The simplification of 1+tan^{2} x is equal to sec^{2} x. In this post, we will find the formula of 1+tan^{2}x. This will be proved using trigonometric identities.

## 1+tan^{2}x Formula

To simplify the expression 1+tan^{2} x, we will follow the below steps:

**Step 1:** At first, we put $\tan x=\dfrac{\sin x}{\cos x}$. By doing so, we obtain that

$1+\tan^2 x$ $=1+(\dfrac{\sin x}{\cos x})^2$

$=1+\dfrac{\sin^2 x}{\cos^2 x}$

**Step 2:** Simplifying the above, we get that

$1+\tan^2 x=1+\dfrac{\sin^2 x}{\cos^2 x}$

$=\dfrac{\sin^2 x+\cos^2 x}{\cos^2 x}$

$=\dfrac{1}{\cos^2 x}$ as we know that $\sin^2 x+\cos^2 x=1$

$=(\dfrac{1}{\cos x})^2$ $=(\sec x)^2$ as the reciprocal of cosx is secx.

$=\sec^2 x$

**Conclusion:** Thus, the simplification of $1+\tan^2 x$ is equal to $\sec^2 x$.

**Note** that we also have that $1+\tan^2 \theta=\sec^2 \theta$ obtained in a similar way as above.

**Also Read:**

**sinx=0, cosx=0, tanx=0 General Solution**

**Values of sin 15, cos 15, tan 15**

**Values of sin 75, cos 75, tan 75**

## Question-Answer on 1+tan^{2}x Formula

**Question 1:** Find the value of 1+tan^{2} $45^\circ$

*Answer: *

From the above, we get that the value of 1+tan^{2} x is equal to sec^{2} x.
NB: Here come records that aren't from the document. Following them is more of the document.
/** Writes a report file: renders it, copies shared assets when asked, and writes atomically. */
import path from "node:path";
import type { NotebookDocument } from "../parse/notebook.ts";
import {
  embeddedPlotlyScript,
  renderReportParts,
  writeSharedAssets,
  type ReportParts,
} from "./render-report.ts";
import type { RunRecord } from "../records/run-record.ts";
import { writeFileAtomic } from "../shared/write-atomic.ts";

/** Name of the shared assets folder written beside reports with --link-assets. */
export const ASSETS_FOLDER = "tristim-assets";

/** The default report path of a notebook: beside it, same name, .html. */
export function defaultReportPath(notebook: string): string {
  return path.join(
    path.dirname(notebook),
    `${path.basename(notebook).replace(/\.(md|markdown)$/i, "")}.html`,
  );
}

/** Renders and writes the report of a run; returns the HTML written. */
export function writeReport(
  document: NotebookDocument,
  run: RunRecord,
  file: string,
  linkAssets = false,
): string {
  const parts = saveReport(document, run, file, linkAssets);
  return parts.before + (parts.embedsPlotly ? embeddedPlotlyScript().text : "") + parts.after;
}

/**
 * Renders and writes the report of a run, without making the HTML one string (the CLI and batches need only the
 * file: joining 2 MB of embedded Plotly into a string cost about 20 ms a report); returns the parts written.
 */
export function saveReport(
  document: NotebookDocument,
  run: RunRecord,
  file: string,
  linkAssets = false,
): ReportParts {
  if (linkAssets) writeSharedAssets(path.join(path.dirname(file), ASSETS_FOLDER));
  const parts = renderReportParts(document, run, linkAssets ? { assetsHref: ASSETS_FOLDER } : {});
  const plotly = parts.embedsPlotly ? embeddedPlotlyScript() : undefined;
  // Plotly's packed 2 MB go out as the bytes cached once per process, not re-encoded with every report.
  writeFileAtomic(file, plotly ? [parts.before, plotly.bytes, parts.after] : [parts.before, parts.after]);
  return parts;
}
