/// Every derived seed: (target, file name, contents).
fn derived_seeds() -> Vec<(&'static str, String, Vec<u8>)> {
    use golden::{five, five_bare, five_rans, single, skewed, skewed_l8};
    let mut rng = Rng(0x5eed);
    let mut seeds: Vec<(&'static str, String, Vec<u8>)> = Vec::new();
    let mut add = |target: &'static str, name: &str, bytes: Vec<u8>| {
        seeds.push((target, name.to_string(), bytes));
    };

    // decode_stream: real streams of every golden codec, and damaged or foreign ones.
    let text = licence(300);
    let mit = stream!(golden::mit_text, text[..]);
    let five_stream = stream!(golden::five, random_symbols(&mut rng, &five::ALL, 100));
    add("decode_stream", "mit_text.bin", mit.clone());
    add("decode_stream", "five.bin", five_stream.clone());
    add(
        "decode_stream",
        "skewed.bin",
        stream!(golden::skewed, random_symbols(&mut rng, &skewed::ALL, 100)),
    );
    add(
        "decode_stream",
        "single.bin",
        stream!(golden::single, [single::Symbol::Only; 100]),
    );
    add(
        "decode_stream",
        "five_bare.bin",
        stream!(
            golden::five_bare,
            random_symbols(&mut rng, &five_bare::ALL, 7)
        ),
    );
    add(
        "decode_stream",
        "five_rans.bin",
        stream!(
            golden::five_rans,
            random_symbols(&mut rng, &five_rans::ALL, 100)
        ),
    );
    add(
        "decode_stream",
        "skewed_l8.bin",
        stream!(
            golden::skewed_l8,
            random_symbols(&mut rng, &skewed_l8::ALL, 100)
        ),
    );
    let mut two = stream!(golden::mit_text, b"permission is hereby granted"[..]);
    two.extend(stream!(golden::mit_text, b"the above copyright notice"[..]));
    add("decode_stream", "mit_text_two_streams.bin", two);
    add(
        "decode_stream",
        "mit_text_truncated.bin",
        mit[..mit.len() - 1].to_vec(),
    );
    let mut flipped = five_stream.clone();
    let bit = 8 * 4 + rng.below((flipped.len() - 4) * 8);
    flipped[bit / 8] ^= 1 << (bit % 8);
    add("decode_stream", "five_bit_flip.bin", flipped);
    let mut junk = five_stream[..4].to_vec();
    junk.extend(random_bytes(&mut rng, 32));
    add("decode_stream", "five_header_random_payload.bin", junk);
    // Found by this target once: a wrong padding count was accepted (see
    // `each_symbol_sequence_has_exactly_one_accepted_stream` in tests/generated.rs).
    add(
        "decode_stream",
        "skewed_padding_finding.bin",
        vec![
            0x11, 0x9d, 0x51, 0x66, 0x45, 0xec, 0xff, 0xff, 0x01, 0x00, 0x00, 0x00,
        ],
    );
    add("decode_stream", "random.bin", random_bytes(&mut rng, 64));
    add("decode_stream", "empty.bin", Vec::new());

    // decode_random_codecs: real streams of the random spec's tagged codecs (100 symbols) and
    // bare ones (7 symbols, one of the check's buffer sizes), and damaged or foreign ones.
    {
        use random_codecs::{r1, r10, r11, r2, r3, r5, r6, r9};
        // A generator of its own, so the other targets' seeds do not move.
        let mut rng = Rng(0xf022);
        let target = "decode_random_codecs";
        let r2_stream = stream!(random_codecs::r2, random_symbols(&mut rng, &r2::ALL, 100));
        add(target, "r2_tans_l8.bin", r2_stream.clone());
        add(
            target,
            "r6_rans_bytes.bin",
            stream!(
                random_codecs::r6,
                random_symbols(&mut rng, &r6::ALPHABET, 100)
            ),
        );
        let r9_stream = stream!(
            random_codecs::r9,
            random_symbols(&mut rng, &r9::ALPHABET, 100)
        );
        add(target, "r9_rans_search_l4.bin", r9_stream.clone());
        add(
            target,
            "r9_truncated.bin",
            r9_stream[..r9_stream.len() - 1].to_vec(),
        );
        add(
            target,
            "r10_rans_l2.bin",
            stream!(random_codecs::r10, random_symbols(&mut rng, &r10::ALL, 100)),
        );
        let mut two = r2_stream[..].to_vec();
        two.extend(stream!(
            random_codecs::r2,
            random_symbols(&mut rng, &r2::ALL, 20)
        ));
        add(target, "r2_two_streams.bin", two);
        add(
            target,
            "r1_bare_rans_search.bin",
            stream!(
                random_codecs::r1,
                random_symbols(&mut rng, &r1::ALPHABET, 7)
            ),
        );
        add(
            target,
            "r3_bare_uniform.bin",
            stream!(random_codecs::r3, random_symbols(&mut rng, &r3::ALL, 7)),
        );
        add(
            target,
            "r5_bare_tans_bytes.bin",
            stream!(
                random_codecs::r5,
                random_symbols(&mut rng, &r5::ALPHABET, 7)
            ),
        );
        add(
            target,
            "r11_bare_tans.bin",
            stream!(random_codecs::r11, random_symbols(&mut rng, &r11::ALL, 7)),
        );
        add(target, "random.bin", random_bytes(&mut rng, 64));
        add(target, "empty.bin", Vec::new());
    }

    // encode_round_trip: bytes as mit_text symbols, and as token indices for the others.
    add("encode_round_trip", "licence.txt", text.clone());
    let mut unknown = text[..60.min(text.len())].to_vec();
    unknown.insert(unknown.len() / 2, b'#');
    add("encode_round_trip", "unknown_byte.txt", unknown);
    add("encode_round_trip", "all_bytes.bin", (0..=255u8).collect());
    add("encode_round_trip", "run.bin", vec![4u8; 1000]);
    add(
        "encode_round_trip",
        "random.bin",
        random_bytes(&mut rng, 200),
    );
    add("encode_round_trip", "empty.bin", Vec::new());

    // parse_spec: the repository's specs, with inline text for their samples.
    add(
        "parse_spec",
        "small.toml",
        spec_without_samples("tests/specs/small.toml"),
    );
    add(
        "parse_spec",
        "matrix.toml",
        spec_without_samples("tests/specs/matrix.toml"),
    );
    add(
        "parse_spec",
        "demo.toml",
        spec_without_samples("example-crate/codecs.toml"),
    );
    seeds
}
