import type { z } from 'zod';
import type { Db } from '../../db/client.js';
import type { BuilderBody, UpdateBuilderBody } from '../../../shared/schemas/builders.js';
import { AppError } from '../../lib/errors.js';
import * as repo from './builders.repository.js';

export const listBuilders = (db: Db, companyId: string) => repo.listBuilders(db, companyId);

export async function getBuilder(db: Db, companyId: string, id: string) {
  const row = await repo.findBuilder(db, companyId, id);
  if (!row) throw AppError.notFound('Builder');
  return row;
}

export async function createBuilder(db: Db, companyId: string, body: z.infer<typeof BuilderBody>) {
  const id = await repo.insertBuilder(db, companyId, body);
  return getBuilder(db, companyId, id);
}

export async function updateBuilder(db: Db, companyId: string, id: string, patch: z.infer<typeof UpdateBuilderBody>) {
  const updated = await repo.updateBuilder(db, companyId, id, patch);
  if (!updated) throw AppError.notFound('Builder');
  return getBuilder(db, companyId, id);
}

export async function deleteBuilder(db: Db, companyId: string, id: string) {
  if (!(await db.transaction((tx) => repo.deleteBuilder(tx, companyId, id)))) throw AppError.notFound('Builder');
}
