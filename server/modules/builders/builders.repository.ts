import { and, asc, eq, sql } from 'drizzle-orm';
import type { DbOrTx } from '../../db/client.js';
import { builders, homes } from '../../db/schema/tables.js';
import { lockHomesReferring } from '../homes/homes.repository.js';

const builderColumns = {
  id: builders.id,
  name: builders.name,
  notes: builders.notes,
  homeCount: sql<number>`(select count(*)::int from ${homes} where ${homes.builderId} = ${builders.id})`,
};

export function listBuilders(db: DbOrTx, companyId: string) {
  return db.select(builderColumns).from(builders).where(eq(builders.companyId, companyId)).orderBy(asc(builders.name));
}

export async function findBuilder(db: DbOrTx, companyId: string, id: string) {
  const [row] = await db
    .select(builderColumns)
    .from(builders)
    .where(and(eq(builders.companyId, companyId), eq(builders.id, id)));
  return row;
}

export async function countBuildersIn(db: DbOrTx, companyId: string, ids: string[]) {
  if (ids.length === 0) return 0;
  const [row] = await db
    .select({ n: sql<number>`count(*)::int` })
    .from(builders)
    .where(and(eq(builders.companyId, companyId), sql`${builders.id} in ${ids}`));
  return row.n;
}

export async function insertBuilder(db: DbOrTx, companyId: string, values: { name: string; notes: string }) {
  const [row] = await db.insert(builders).values({ companyId, ...values }).returning({ id: builders.id });
  return row.id;
}

export async function updateBuilder(db: DbOrTx, companyId: string, id: string, patch: Partial<{ name: string; notes: string }>) {
  const [row] = await db
    .update(builders)
    .set(patch)
    .where(and(eq(builders.companyId, companyId), eq(builders.id, id)))
    .returning({ id: builders.id });
  return row?.id;
}

/** Deletes a builder: its homes lose it (set null), so they are locked first (lockHomesReferring). Call inside a transaction. */
export async function deleteBuilder(db: DbOrTx, companyId: string, id: string) {
  await lockHomesReferring(db, companyId, { builderId: id });
  const rows = await db
    .delete(builders)
    .where(and(eq(builders.companyId, companyId), eq(builders.id, id)))
    .returning({ id: builders.id });
  return rows.length > 0;
}
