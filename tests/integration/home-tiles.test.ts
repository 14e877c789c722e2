import { afterAll, beforeAll, describe, expect, it } from 'vitest';
import { sql } from 'drizzle-orm';
import { ApiClient, startTestApp, type TestApp } from '../setup/test-app.js';
import { demoUser, otherCompanyUser } from '../setup/demo.js';
import { decodeTile, tileFor } from '../setup/tiles.js';
import { homeMapMismatches } from '../setup/home-cells.js';
import { OUTCOMES } from '../../shared/schemas/enums.js';
import { HOMES_DETAIL_MIN_ZOOM, HOMES_MAX_TILE_ZOOM, HOMES_MIN_ZOOM } from '../../shared/schemas/map.js';
import { homesTileQuery, OUTCOME_PRIORITY } from '../../server/modules/home-tiles/home-tiles.repository.js';
import { createHomeTiles, warmTileConnections } from '../../server/modules/home-tiles/home-tiles.service.js';
import { insertPlan } from '../../server/modules/sampling/sampling.repository.js';
import { lockHome } from '../../server/modules/homes/homes.repository.js';
import { deferHomeCells, homesByKey } from '../../server/modules/imports/imports.repository.js';

let app: TestApp;
let tech: ApiClient;
let home: { id: string; ref: number; lon: number; lat: number; yearBuilt: number | null };

beforeAll(async () => {
  app = await startTestApp();
  tech = new ApiClient(app.url);
  await tech.signIn(demoUser('technician'));
  home = (await tech.get('/api/homes?limit=1')).body.homes[0];
});
afterAll(() => app.close());

async function fetchTile(client: ApiClient, path: string) {
  const res = await fetch(app.url + path, { headers: { Cookie: client.cookie } });
  return { status: res.status, type: res.headers.get('content-type'), timing: res.headers.get('server-timing') ?? '', body: new Uint8Array(await res.arrayBuffer()) };
}

/**
 * Homes of a company inside a tile's envelope grown (or shrunk) by `marginUnits` of the 4096 grid,
 * counted by PostGIS directly.
 */
async function sqlCount(companyOf: string, z: number, x: number, y: number, extra = '', marginUnits = 0) {
  const { rows } = await app.database.pool.query(
    `select count(*)::int as n from homes h join users u on u.company_id = h.company_id
     where u.email = $1 and ST_Intersects(ST_Transform(h.location, 3857), ST_TileEnvelope($2, $3, $4, margin => $5::float8 / 4096)) ${extra}`,
    [companyOf, z, x, y, marginUnits],
  );
  return rows[0].n as number;
}

/** Features whose decoded point lies inside the tile proper (MVT spec 2.1 §4.3: tile coordinates 0..extent). */
function insideCount(layer: { length: number; extent: number; feature(i: number): { loadGeometry(): { x: number; y: number }[][] } }) {
  let n = 0;
  for (let i = 0; i < layer.length; i++) {
    const [p] = layer.feature(i).loadGeometry()[0];
    if (p.x >= 0 && p.x < layer.extent && p.y >= 0 && p.y < layer.extent) n++;
  }
  return n;
}

/** Quantising to the 4096 grid moves a point by under one unit, so the exact count lies between these two. */
async function expectSameHomes(layer: Parameters<typeof insideCount>[0], z: number, x: number, y: number, extra = '') {
  const n = insideCount(layer);
  expect(n).toBeGreaterThanOrEqual(await sqlCount(demoUser('technician'), z, x, y, extra, -1));
  expect(n).toBeLessThanOrEqual(await sqlCount(demoUser('technician'), z, x, y, extra, 1));
}

describe('homes vector tiles', () => {
  it('returns a valid Mapbox Vector Tile with every demo home in the tile and their properties', async () => {
    const { z, x, y } = tileFor(home.lon, home.lat, 15);
    const res = await fetchTile(tech, `/tiles/homes/${z}/${x}/${y}.pbf`);
    expect(res.status).toBe(200);
    expect(res.type).toBe('application/x-protobuf');
    const layer = decodeTile(res.body).layers.homes;
    expect(layer).toBeDefined();
    expect(layer.extent).toBe(4096); // MVT spec 2.1 §4.2 default extent
    await expectSameHomes(layer, z, x, y);
    expect(layer.length).toBeGreaterThan(0);
    // The feature id (MVT spec 2.1 §4.2, an unsigned integer) is the home's short number.
    const ids = Array.from({ length: layer.length }, (_, i) => layer.feature(i).id);
    expect(new Set(ids).size).toBe(ids.length);
    expect(ids).toContain(home.ref);
    const f = layer.feature(ids.indexOf(home.ref));
    expect(f.type).toBe(1); // MVT spec 2.1 §4.3.4: 1 = POINT
    expect(OUTCOMES).toContain(f.properties.outcome);
    expect(f.properties).toHaveProperty('year');
    expect(f.properties).not.toHaveProperty('id');
    // Flags are left out when false (MVT spec 2.1 §4.2: a feature carries tags only for values it has).
    for (let i = 0; i < layer.length; i++) {
      const p = layer.feature(i).properties;
      expect(p.rework === undefined || p.rework === true).toBe(true);
      expect(p.planned === undefined || p.planned === true).toBe(true);
    }
    // A tap names the home by that number: it opens the same home.
    const opened = await tech.get(`/api/homes/ref/${home.ref}`);
    expect(opened.status).toBe(200);
    expect(opened.body.home.id).toBe(home.id);
  });

  it('filters by outcome exactly as a direct SQL count does', async () => {
    const { z, x, y } = tileFor(home.lon, home.lat, 15);
    const res = await fetchTile(tech, `/tiles/homes/${z}/${x}/${y}.pbf?outcome=not_visited`);
    const layer = decodeTile(res.body).layers.homes;
    await expectSameHomes(layer, z, x, y, "and h.outcome = 'not_visited'");
    for (let i = 0; i < layer.length; i++) expect(layer.feature(i).properties.outcome).toBe('not_visited');
  });

  it('below the detail zoom, draws one mark per 8-px cell whose home counts add up to the homes in the tile', async () => {
    const { z, x, y } = tileFor(home.lon, home.lat, HOMES_DETAIL_MIN_ZOOM - 1);
    const layer = decodeTile((await fetchTile(tech, `/tiles/homes/${z}/${x}/${y}.pbf`)).body).layers.homes;
    let inside = 0;
    const cells = new Set<string>();
    for (let i = 0; i < layer.length; i++) {
      const f = layer.feature(i);
      const [p] = f.loadGeometry()[0];
      expect(f.id).toBeUndefined();
      expect(OUTCOMES).toContain(f.properties.outcome);
      expect(Number(f.properties.homes)).toBeGreaterThan(0);
      cells.add(`${p.x},${p.y}`);
      if (p.x >= 0 && p.x < layer.extent && p.y >= 0 && p.y < layer.extent) inside += Number(f.properties.homes);
    }
    expect(cells.size).toBe(layer.length); // one mark per cell
    // Quantising moves a point by under one grid unit; the cells line up with the tile edges.
    expect(inside).toBeGreaterThanOrEqual(await sqlCount(demoUser('technician'), z, x, y, '', -1));
    expect(inside).toBeLessThanOrEqual(await sqlCount(demoUser('technician'), z, x, y, '', 1));
    expect(layer.length).toBeLessThan(inside); // the demo town has cells with several homes
  });

  it('shows a change to a home on the next request (the tile cache keys on the homes version)', async () => {
    const { z, x, y } = tileFor(home.lon, home.lat, 15);
    const before = decodeTile((await fetchTile(tech, `/tiles/homes/${z}/${x}/${y}.pbf`)).body).layers.homes;
    const idsBefore = Array.from({ length: before.length }, (_, i) => before.feature(i).id);
    expect(idsBefore).toContain(home.ref);
    await app.database.pool.query(`update homes set year_built = 1901 where id = $1`, [home.id]);
    try {
      const after = decodeTile((await fetchTile(tech, `/tiles/homes/${z}/${x}/${y}.pbf`)).body).layers.homes;
      const f = Array.from({ length: after.length }, (_, i) => after.feature(i)).find((g) => g.id === home.ref)!;
      expect(f.properties.year).toBe(1901);
    } finally {
      await app.database.pool.query(`update homes set year_built = $2 where id = $1`, [home.id, home.yearBuilt ?? null]);
    }
  });

  it('carries the last manometer vacuum in in. WC and the last post-mitigation level in pCi/L', async () => {
    const { rows: [measured] } = await app.database.pool.query(
      `select h.ref::int as ref, ST_X(h.location) as lon, ST_Y(h.location) as lat, h.last_vacuum_pa, h.last_post_bq_m3
       from homes h join users u on u.company_id = h.company_id
       where u.email = $1 and h.last_vacuum_pa is not null and h.last_post_bq_m3 is not null limit 1`,
      [demoUser('technician')],
    );
    expect(measured).toBeDefined();
    const { z, x, y } = tileFor(measured.lon, measured.lat, 16);
    const layer = decodeTile((await fetchTile(tech, `/tiles/homes/${z}/${x}/${y}.pbf`)).body).layers.homes;
    const f = Array.from({ length: layer.length }, (_, i) => layer.feature(i)).find((g) => g.id === measured.ref)!;
    // 1 in. WC = 249.0889 Pa (NIST SP 811 B.8); 1 pCi/L = 37 Bq/m³ (1 Ci = 3.7e10 Bq, curie definition).
    expect(f.properties.vacuum_in_wc).toBeCloseTo(Math.round((measured.last_vacuum_pa / 249.0889) * 100) / 100, 9);
    expect(f.properties.post_pci_l).toBeCloseTo(Math.round((measured.last_post_bq_m3 / 37) * 10) / 10, 9);
  });

  it('builds a tile once when several ask for it at the same moment', async () => {
    const { rows: [company] } = await app.database.pool.query(`select company_id as id from users where email = $1`, [demoUser('technician')]);
    const tiles = createHomeTiles(app.database.tiles);
    const { z, x, y } = tileFor(home.lon, home.lat, 15);
    const answers = await Promise.all(Array.from({ length: 5 }, () => tiles.tile(company.id, z, x, y, { outcome: undefined })));
    expect(tiles.stats().misses).toBe(1);
    expect(answers[0].data.length).toBeGreaterThan(0);
    for (const a of answers) expect(Buffer.compare(a.data, answers[0].data)).toBe(0);
    // Once built, from the cache.
    expect((await tiles.tile(company.id, z, x, y, { outcome: undefined })).source).toBe('cached');
    expect(tiles.stats().misses).toBe(1);
  });

  it('opens and warms every tile connection at start', async () => {
    const pool = (app.database.tiles as unknown as { $client: { totalCount: number } }).$client;
    await warmTileConnections(app.database.tiles, app.database.tileConnections);
    expect(app.database.tileConnections).toBeGreaterThan(1);
    expect(pool.totalCount).toBe(app.database.tileConnections);
  });

  it('answers an empty, valid tile outside the town', async () => {
    const res = await fetchTile(tech, '/tiles/homes/14/0/0.pbf');
    expect(res.status).toBe(200);
    expect(Object.keys(decodeTile(res.body).layers)).toEqual([]);
    // Below the homes zooms, over the town: empty too, and said so.
    const { x, y } = tileFor(home.lon, home.lat, HOMES_MIN_ZOOM - 1);
    const above = await fetchTile(tech, `/tiles/homes/${HOMES_MIN_ZOOM - 1}/${x}/${y}.pbf`);
    expect(above.status).toBe(200);
    expect(Object.keys(decodeTile(above.body).layers)).toEqual([]);
    expect(above.timing).toBe('tile;desc="none"');
  });

  it("never draws another company's homes", async () => {
    const other = new ApiClient(app.url);
    await other.signIn(otherCompanyUser('admin'));
    const { z, x, y } = tileFor(home.lon, home.lat, 15);
    const layer = decodeTile((await fetchTile(other, `/tiles/homes/${z}/${x}/${y}.pbf`)).body).layers.homes;
    const ids = layer ? Array.from({ length: layer.length }, (_, i) => layer.feature(i).id) : [];
    expect(ids).not.toContain(home.ref);
    // Nor opens one by its number.
    expect((await other.get(`/api/homes/ref/${home.ref}`)).status).toBe(404);
  });

  it.each([
    ['/tiles/homes/23/0/0.pbf', 'z'],
    ['/tiles/homes/3/8/0.pbf', 'x'],
    ['/tiles/homes/3/0/8.pbf', 'y'],
    ['/tiles/homes/a/0/0.pbf', 'z'],
    ['/tiles/homes/14/1/1.pbf?outcome=bogus', 'outcome'],
  ])('rejects %s with 400 naming %s', async (path, field) => {
    const res = await fetchTile(tech, path);
    expect(res.status).toBe(400);
    const body = JSON.parse(Buffer.from(res.body).toString());
    expect(body.error.fields.map((f: { field: string }) => f.field)).toContain(field);
  });

  it('refuses a home number that is not a positive integer, naming ref', async () => {
    for (const bad of ['0', '-3', '1.5', 'abc']) {
      const res = await tech.get(`/api/homes/ref/${bad}`);
      expect(res.status).toBe(400);
      expect(res.body.error.fields.map((f: { field: string }) => f.field)).toContain('ref');
    }
  });

  it('needs a signed-in user', async () => {
    const res = await fetch(app.url + '/tiles/homes/14/1/1.pbf');
    expect(res.status).toBe(401);
  });
});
In this formula, we put $x=45^\circ$. Thus, we have

$1+\tan^2 45^\circ$ $=\sec^2 45^\circ$

$=\dfrac{1}{\cos^2 45^\circ}$

$=\dfrac{1}{(\dfrac{1}{\sqrt{2}})^2}$ as we know that $\cos 45^\circ =\dfrac{1}{\sqrt{2}}$.

$=\dfrac{1}{1/2}=2$

Thus, the value of $1+\tan^2 45^\circ$ is equal to $2$.

## FAQs

**Q1: What is the formula of 1+tan ^{2}x?**

**Answer:** The formula of 1+tan^{2}x is given as follows: 1+tan^{2}x = sec^{2}x.